Here's the approach I would take:
- Define a new
ops.Valuesubclass (class Enumerate(Value)) inibis/expr/operations/arrays.py - Define an
enumeratemethod onArrayValue(inibis/expr/types/arrays.py) that constructsops.Enumerate(...).to_expr() - Figure out the SQL syntax that corresponds to the semantics of the operation
- Figure out the sqlglot objects that correspond to that SQL syntax.
@cpcloud thanks! The implementation looks good overall. My remaining question is about ops.Enumerate.
It needs to return a dt.Struct and expect a sqlglot expression equaling to STRUCT(POSEXPLODE(arr)). Unfortunately, this cannot be directly converted to BigQuery syntax correctly (please check tobymao/sqlglot#2978). Also the issue is not reasonable for sqlglot because this is also not a correct spark syntax. This is preventing class Enumerate(Value) from producing the correct SQL. I am not familiar with spark sql, so do you have any thoughts here?
Also, if we cannot find an equal sqlglot expression, could using class Enumerate(Relation) be a better solution?
@cpcloud Trying to simple my previous question. If sqlglot cannot return a struct including arrays' items and positions, which dtype ops.Enumerate can return to respect the two columns from the generated SQL?
Ok, after experimenting in #8429, I don't think enumerate implemented like this is possible.
I'm going to take a different approach, and experiment with adding a Table.unnest(column) method instead, that will be the "tabular" unnest implementation for Ibis.
Thanks @cpcloud for prioritizing the offset parameter! While working on the Table.unnest(column) implementation, could you please also consider another feature requests to add preserved_empty parameter. This would ensure empty arrays are retained as null after the unnest operation.
As for the implementation, we can replace sqlglot expression from EXPLODE(x) into EXPLODE_OUTER(x), or POSEXPLODE(x) into POSEXPLODE_OUTER(x) if offset=True sets.
Thanks again here!
@cpcloud We've found a workaround solution (reliant on the feature in #8892). This code effectively unnests two columns sequentially, includes an offset ID, and handles empty arrays as null. Thanks to @TrevorBergeron for the helpful ideas!
import ibis
bq = ibis.bigquery.connect(project_id="bigframes-dev")
table = bq.table("bigframes-dev.ibis_gbq_testing.array_types")
offset_array_id = "offset_array_0"
offset_array = ibis.generate_array(
0, ibis.greatest(
0,
ibis.least(table.x.length() - 1, table.y.length() - 1)
)).name(offset_array_id)
table_w_offset_array = table.select(offset_array, table.x, table.y)

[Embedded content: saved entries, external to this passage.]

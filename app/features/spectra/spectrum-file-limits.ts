export const largestSpectrumBytes = 4_000_000;
export const mostSpectraAStone = 12;
/** What the file chooser offers; what counts is in the file. */
export const spectrumFileNames = ".jdx,.dx,.jcm,.jcamp,.csv,.txt,.asc,.tsv,.dat";
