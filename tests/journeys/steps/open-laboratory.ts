import type { Page } from "playwright-core";
import { letterTo, linkIn } from "./mail.ts";
import { password } from "./a-person.ts";

export type NewLaboratory = { name: string; slug: string; prefix: string; ownerName: string; ownerEmail: string; isSolePractice: boolean };

/** From the sign-up form by the letter to the open laboratory's settings. */
export async function openLaboratory(page: Page, { mailboxUrl, ...laboratory }: NewLaboratory & { mailboxUrl: string }): Promise<void> {
  await page.goto("/sign-up");
  await page.getByLabel("Your name").fill(laboratory.ownerName);
  await page.getByLabel("E-mail address").fill(laboratory.ownerEmail);
  await page.getByLabel("Password", { exact: true }).fill(password);
  await page.getByLabel("Name of the laboratory").fill(laboratory.name);
  await page.getByRole("radio", { name: laboratory.isSolePractice ? /^I alone/ : /^Several people/ }).check();
  await page.getByLabel("Short name").fill(laboratory.slug);
  await page.getByLabel("Letters of your numbers").fill(laboratory.prefix);
  await page.getByLabel("Time zone").selectOption("Europe/Lisbon");
  await page.getByLabel("Currency of fees").selectOption("EUR");
  await page.getByRole("button", { name: "Send me the link" }).click();
  await page.waitForURL("**/sign-up/sent");
  const letter = await letterTo(mailboxUrl, { to: laboratory.ownerEmail, subject: /confirm/i });
  await page.goto(linkIn(letter, "/confirm-email/"));
  await page.getByRole("button", { name: "Confirm and open the laboratory" }).click();
  await page.waitForURL(`**/lab/${laboratory.slug}/settings`);
}
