import type { ReactNode } from "react";
import { buttonLook } from "./button.tsx";
import { Disclosure } from "./disclosure.tsx";
import { Icon } from "./icon.tsx";

/** A step that should not happen by a slip: opened first, then confirmed by the button among `children`. Works without script. */
export function Confirm({ summary, children, tone = "danger" }: { summary: string; children: ReactNode; tone?: "danger" | "quiet" }) {
  const isDanger = tone === "danger";
  return (
    <Disclosure
      className="group no-print"
      summaryClassName={buttonLook({ look: isDanger ? "quietDanger" : "quiet" })}
      summary={
        <>
          {summary}
          <span className="transition-transform group-open:rotate-180">
            <Icon name="down" sizePx={14} />
          </span>
        </>
      }
    >
      <div className={`mt-2 rounded-md border bg-sheet p-3.5 ${isDanger ? "border-red" : "border-rule-2"}`}>{children}</div>
    </Disclosure>
  );
}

unnest_offset_id = "unnest_offset_0"
unnest_offset = table_w_offset_array[offset_array_id].unest().name(unnest_offset_id)
table_w_offset = table_w_offset_array.select(unnest_offset, table.x, table.y)
table_w_unnest = table_w_offset.select(
table_w_offset[unnest_offset_id].name(unnest_offset_id),
table_w_offset.x[table_w_offset[unnest_offset_id]].name("x"),
table_w_offset.y[table_w_offset[unnest_offset_id]].name("y"),
)
This was closed by #9423 (Table.unnest), which supports an offset parameter.